Australian actor (born 1981)

Luke Ford is a Canadian-born Australian actor, known for his roles in The Mummy: Tomb of the Dragon Emperor (2008), The Black Balloon (2008) and Animal Kingdom (2010).

==Early life==
Ford was born in Vancouver, British Columbia, Canada, while his father was studying at university. Shortly thereafter, the family travelled to the UK before relocating to Australia, when he was one and a half. He was raised in Sydney, where he grew up in the suburb of Castle Hill and attended Parramatta Marist High School in Westmead, graduating in 1999. He once worked at the Winston Hills Hotel, and did a short stint at Universal Magazines in North Ryde.

Ford studied acting at The Actor's Pulse in Sydney, becoming one of the school's earliest graduates.
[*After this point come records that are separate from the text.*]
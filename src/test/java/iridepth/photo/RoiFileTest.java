package iridepth.photo;

import static org.junit.jupiter.api.Assertions.assertArrayEquals;
import static org.junit.jupiter.api.Assertions.assertEquals;
import static org.junit.jupiter.api.Assertions.assertFalse;
import static org.junit.jupiter.api.Assertions.assertThrows;
import static org.junit.jupiter.api.Assertions.assertTrue;

import ij.gui.Line;
import ij.gui.OvalRoi;
import ij.gui.PointRoi;
import ij.gui.PolygonRoi;
import ij.gui.Roi;
import ij.gui.ShapeRoi;
import ij.io.RoiEncoder;
import ij.process.FloatProcessor;
import java.io.IOException;
import java.io.OutputStream;
import java.nio.file.Files;
import java.nio.file.Path;
import java.util.List;
import java.util.stream.Stream;
import java.util.zip.ZipEntry;
import java.util.zip.ZipOutputStream;
import org.junit.jupiter.api.Test;
import org.junit.jupiter.api.io.TempDir;

/** Selections written by ImageJ, a program apart, hold the pixels that it counts in them. */
class RoiFileTest {
    @TempDir
    private Path folder;

    private Path save(String name, Roi roi) throws IOException {
        return Files.write(folder.resolve(name), RoiEncoder.saveAsByteArray(roi));
    }

    private RoiFile saved(String name, Roi roi) throws IOException {
        return RoiFile.read(save(name, roi)).get(0);
    }

    private static int count(boolean[] mask) {
        int count = 0;
        for (boolean in : mask) {
            count += in ? 1 : 0;
        }
        return count;
    }

    @Test
    void areasHoldThePixelsThatImageJCounts() throws IOException {
        Roi polygon = new PolygonRoi(new int[] {5, 40, 22}, new int[] {3, 10, 33}, 3, Roi.POLYGON);
        Roi hole = new ShapeRoi(new Roi(4, 4, 20, 20)).not(new ShapeRoi(new Roi(9, 9, 5, 5)));
        for (Roi roi : List.of(new Roi(2, 3, 7, 5), new OvalRoi(10, 8, 21, 13), polygon, hole)) {
            RoiFile file = saved("area.roi", roi);
            FloatProcessor picture = new FloatProcessor(60, 50);
            picture.setRoi(roi);
            assertTrue(file.isArea() && !file.isLine() && !file.isPoints());
            assertEquals(picture.getStatistics().pixelCount, count(file.mask()), roi.getTypeAsString());
            assertEquals(roi.getBounds(), file.bounds());
            assertEquals(roi.getBounds(), file.outline().getBounds());
        }
    }

    @Test
    void linesAndPointsKeepTheirPlaces() throws IOException {
        RoiFile line = saved("line.roi", new Line(3, 4, 30.5, 40));
        assertTrue(line.isLine() && !line.isArea());
        assertArrayEquals(new double[] {3, 4, 30.5, 40}, line.line(), 1e-6);
        RoiFile points = saved("points.roi", new PointRoi(new int[] {7, 20}, new int[] {8, 30}, 2));
        assertTrue(points.isPoints() && !points.isArea() && !points.isLine());
        assertArrayEquals(new double[] {7, 8}, points.points()[0]);
        assertArrayEquals(new double[] {20, 30}, points.points()[1]);
        assertFalse(saved("bent.roi", new PolygonRoi(new int[] {1, 5, 9}, new int[] {1, 2, 9}, 3, Roi.POLYLINE)).isLine());
    }

    @Test
    void aZipHoldsManySelectionsWithTheirNames() throws IOException {
        Path zip = folder.resolve("RoiSet.zip");
        try (OutputStream out = Files.newOutputStream(zip); ZipOutputStream entries = new ZipOutputStream(out)) {
            for (String name : List.of("centre.roi", "rim.roi", "notes.txt")) {
                Roi roi = new Roi(1, 2, 3, 4);
                roi.setName(name.equals("rim.roi") ? "the rim" : null);
                entries.putNextEntry(new ZipEntry(name));
                entries.write(RoiEncoder.saveAsByteArray(roi));
            }
        }
        assertEquals(List.of("centre", "the rim"), RoiFile.read(zip).stream().map(RoiFile::name).toList());
    }

    @Test
    void whatIsNoSelectionIsRefused() throws IOException {
        for (Path file : Stream.of("", "Iout", "thickness of the film").map(text -> {
            try {
                return Files.writeString(folder.resolve("a" + text.length() + ".roi"), text);
            } catch (IOException e) {
                throw new java.io.UncheckedIOException(e);
            }
        }).toList()) {
            assertTrue(assertThrows(PhotoException.class, () -> RoiFile.read(file)).getMessage().contains("no selection"));
        }
        assertTrue(assertThrows(PhotoException.class, () -> RoiFile.read(folder.resolve("none.roi"))).getMessage()
                .contains("no such file"));
    }
}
He later returned to teach the Meisner technique when he was between film roles. He has since, also taught at Sydney Acting Studio.

==Career==
Ford began acting professionally with a string of performances on Australian television, starting with a guest-starring role on Water Rats, followed by a recurring role on McLeod's Daughters, for which he was shortlisted for a 'Best New Talent' Logie Award for his recurring role of Craig Woodland.
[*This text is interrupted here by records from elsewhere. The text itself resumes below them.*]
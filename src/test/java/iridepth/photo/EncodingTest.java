package iridepth.photo;

import static org.junit.jupiter.api.Assertions.assertEquals;
import static org.junit.jupiter.api.Assertions.assertThrows;
import static org.junit.jupiter.api.Assertions.assertTrue;

import java.awt.color.ColorSpace;
import java.awt.color.ICC_Profile;
import java.nio.file.Path;
import java.util.Optional;
import org.junit.jupiter.api.Test;

class EncodingTest {

    /** IEC 61966-2-1:1999: the two branches meet at 0.04045 (to 1e-7 or so), and a value of 0.5 is 0.214041 linear, by the formula. */
    @Test
    void srgbFollowsTheStandard() {
        Encoding srgb = Encoding.srgb(16);
        assertEquals(0, srgb.linear(0, 0));
        assertEquals(1, srgb.linear(0, 65535), 1e-12);
        assertEquals(0.04045 / 12.92, srgb.linear(0, 0.04045 * 65535), 1e-12);
        assertEquals(0.04045 / 12.92, srgb.linear(0, 0.0404501 * 65535), 1e-7);
        assertEquals(0.2140411, srgb.linear(0, 0.5 * 65535), 1e-7);
    }

    /** IEC 61966-2-1:1999: Y = 0.2126 R + 0.7152 G + 0.0722 B; the sRGB profile of the JDK has the matrix adapted to D50. */
    @Test
    void srgbMatrixAgreesWithTheProfileOfTheJdk() {
        double[][] matrix = Encoding.srgb(8).toXyz().orElseThrow();
        double[][] reference = IccProfile.parse(ICC_Profile.getInstance(ColorSpace.CS_sRGB).getData(), "sRGB").toXyz();
        for (int i = 0; i < 3; i++) {
            for (int c = 0; c < 3; c++) {
                assertEquals(reference[i][c], matrix[i][c], 4e-4, "row " + i + ", column " + c);
            }
        }
    }

    /** ICC.1:2022 annex E gives the Bradford matrix from D65 to D50; its values here as in the profile sRGB v4, from memory. */
    @Test
    void srgbAdaptationIsBradford() {
        double[][] expected = {{1.0479, 0.0229, -0.0502}, {0.0296, 0.9905, -0.0171}, {-0.0092, 0.0151, 0.7517}};
        double[][] adaptation = Encoding.srgb(8).adaptation().orElseThrow();
        for (int i = 0; i < 3; i++) {
            for (int c = 0; c < 3; c++) {
                assertEquals(expected[i][c], adaptation[i][c], 2e-4);
            }
        }
    }

    @Test
    void builtInProfileAgreesWithSrgb() {
        Encoding profile = Encoding.of(IccProfile.parse(ICC_Profile.getInstance(ColorSpace.CS_sRGB).getData(), "a"), 8);
        Encoding srgb = Encoding.srgb(8);
        for (int count = 0; count < 256; count++) {
            assertEquals(srgb.linear(2, count), profile.linear(2, count), 2e-4, "count " + count);
        }
    }

    @Test
    void tablesHoldTheCurve() {
        Encoding srgb = Encoding.srgb(8);
        for (int count = 0; count < 256; count++) {
            assertEquals((float) srgb.linear(1, count), srgb.table(1)[count]);
        }
        assertEquals(256, srgb.table(0).length);
    }

    @Test
    void linearCountsAreFractionsOfFullScale() {
        Encoding linear = Encoding.linear(4095);
        assertEquals(0.5, linear.linear(2, 2047.5), 1e-12);
        assertEquals(1 / 4095.0, linear.slope(0, 0.7), 1e-9);
        assertEquals(4095, linear.top());
        assertTrue(linear.toXyz().isEmpty());
    }

    /** The derivative of ((v + 0.055) / 1.055)^2.4 at v = 1 is 2.4 / 1.055; below the knee the slope is 1 / 12.92. */
    @Test
    void slopeIsThatOfTheCurve() {
        Encoding srgb = Encoding.srgb(16);
        assertEquals(2.4 / 1.055 / 65535, srgb.slope(0, 1), 1e-9);
        assertEquals(1 / 12.92 / 65535, srgb.slope(0, 0.001), 1e-9);
        assertEquals(1 / 12.92 / 65535, srgb.slope(0, -3), 1e-9);
        double v = 0.5;
        assertEquals(2.4 / 1.055 * Math.pow((v + 0.055) / 1.055, 1.4) / 65535, srgb.slope(0, srgb.linear(0, v * 65535)), 1e-9);
    }

    @Test
    void wrongArgumentsAreTold() {
        assertEquals("a full scale of 0.0 counts is out of range: give 1 to 65535",
                assertThrows(IllegalArgumentException.class, () -> Encoding.linear(0)).getMessage());
        assertEquals("a bit depth of 12 is not supported: give 8 or 16",
                assertThrows(IllegalArgumentException.class, () -> Encoding.srgb(12)).getMessage());
    }

    @Test
    void photosThatItDoesNotFitAreTold() {
        Path path = Path.of("a.tif");
        PhotoInfo sixteen = new PhotoInfo(path, 4, 3, 1, 16, 1, Double.NaN, Optional.empty(), false);
        assertEquals("a.tif: has 16 bit, but its encoding is one for 8 bit; give the encoding of this photo",
                assertThrows(PhotoException.class, () -> Encoding.srgb(8).requireFits(sixteen)).getMessage());
        Encoding rgb = Encoding.of(IccProfile.parse(ICC_Profile.getInstance(ColorSpace.CS_sRGB).getData(), "a"), 16);
        assertEquals("a.tif: its colour profile is for 3 channels, but it has 1; export the photo again",
                assertThrows(PhotoException.class, () -> rgb.requireFits(sixteen)).getMessage());
    }
}
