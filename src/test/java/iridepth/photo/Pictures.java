package iridepth.photo;

import java.awt.Transparency;
import java.awt.color.ColorSpace;
import java.awt.image.BufferedImage;
import java.awt.image.ComponentColorModel;
import java.awt.image.DataBuffer;
import java.awt.image.Raster;
import java.awt.image.WritableRaster;
import java.io.IOException;
import java.io.UncheckedIOException;
import java.nio.ByteOrder;
import java.nio.file.Path;
import java.util.function.IntUnaryOperator;
import javax.imageio.ImageIO;

/** Pictures made for tests. */
final class Pictures {

    /** Counts of a pixel by channel: (x, y, channel) to count. */
    interface Counts {
        int at(int x, int y, int channel);
    }

    private Pictures() {
    }

    /** An image that holds exactly these counts. */
    static BufferedImage image(int width, int height, int channels, int bits, Counts counts) {
        ColorSpace space = ColorSpace.getInstance(channels >= 3 ? ColorSpace.CS_sRGB : ColorSpace.CS_GRAY);
        int type = bits == 8 ? DataBuffer.TYPE_BYTE : DataBuffer.TYPE_USHORT;
        boolean alpha = channels == 4 || channels == 2;
        ComponentColorModel model = new ComponentColorModel(space, alpha, false,
                alpha ? Transparency.TRANSLUCENT : Transparency.OPAQUE, type);
        WritableRaster raster = Raster.createInterleavedRaster(type, width, height, channels, null);
        for (int y = 0; y < height; y++) {
            for (int x = 0; x < width; x++) {
                for (int c = 0; c < channels; c++) {
                    raster.setSample(x, y, c, counts.at(x, y, c));
                }
            }
        }
        return new BufferedImage(model, raster, false, null);
    }

    static Path png(Path path, int width, int height, int channels, int bits, Counts counts) {
        try {
            ImageIO.write(image(width, height, channels, bits, counts), "png", path.toFile());
            return path;
        } catch (IOException e) {
            throw new UncheckedIOException(e);
        }
    }

    /** A plain little-endian TIFF of one strip. */
    static Path tiff(Path path, int width, int height, int channels, int bits, Counts counts) {
        try {
            return new TiffBytes(ByteOrder.LITTLE_ENDIAN, false).page(width, height, channels, bits,
                    TiffBytes.bytes(ByteOrder.LITTLE_ENDIAN, bits, counts(width, height, channels, counts))).write(path);
        } catch (IOException e) {
            throw new UncheckedIOException(e);
        }
    }

    /** All counts, interleaved. */
    static int[] counts(int width, int height, int channels, Counts counts) {
        int[] all = new int[width * height * channels];
        for (int i = 0; i < all.length; i++) {
            int pixel = i / channels;
            all[i] = counts.at(pixel % width, pixel / width, i % channels);
        }
        return all;
    }

    /** Counts that differ everywhere and use the whole scale. */
    static Counts scrambled(int bits) {
        IntUnaryOperator hash = i -> (i * 0x9e3779b1 ^ i >>> 7) >>> 32 - bits;
        return (x, y, c) -> hash.applyAsInt(x * 7919 + y * 104729 + c * 1299709 + 1);
    }

    static boolean holds(Frame frame, int firstRow, Counts counts) {
        for (int y = 0; y < frame.height(); y++) {
            for (int x = 0; x < frame.width(); x++) {
                for (int c = 0; c < frame.channels(); c++) {
                    if (frame.count(x, y, c) != counts.at(x, firstRow + y, c)) {
                        return false;
                    }
                }
            }
        }
        return true;
    }
}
Guest roles followed in Home and Away, Stingers, Breakers and All Saints. He appeared in 2002 TV movie The Junction Boys alongside Tom Berenger and Ryan Kwanten, as Iphicles in the NBC miniseries Hercules, and had a role in the short-lived Australian series HeadLand, playing Seth Baxter.

Ford's film career began with the release of the Australian film Kokoda in 2006, delivering a performance as Burke, a slain soldier on the Kokoda Trail.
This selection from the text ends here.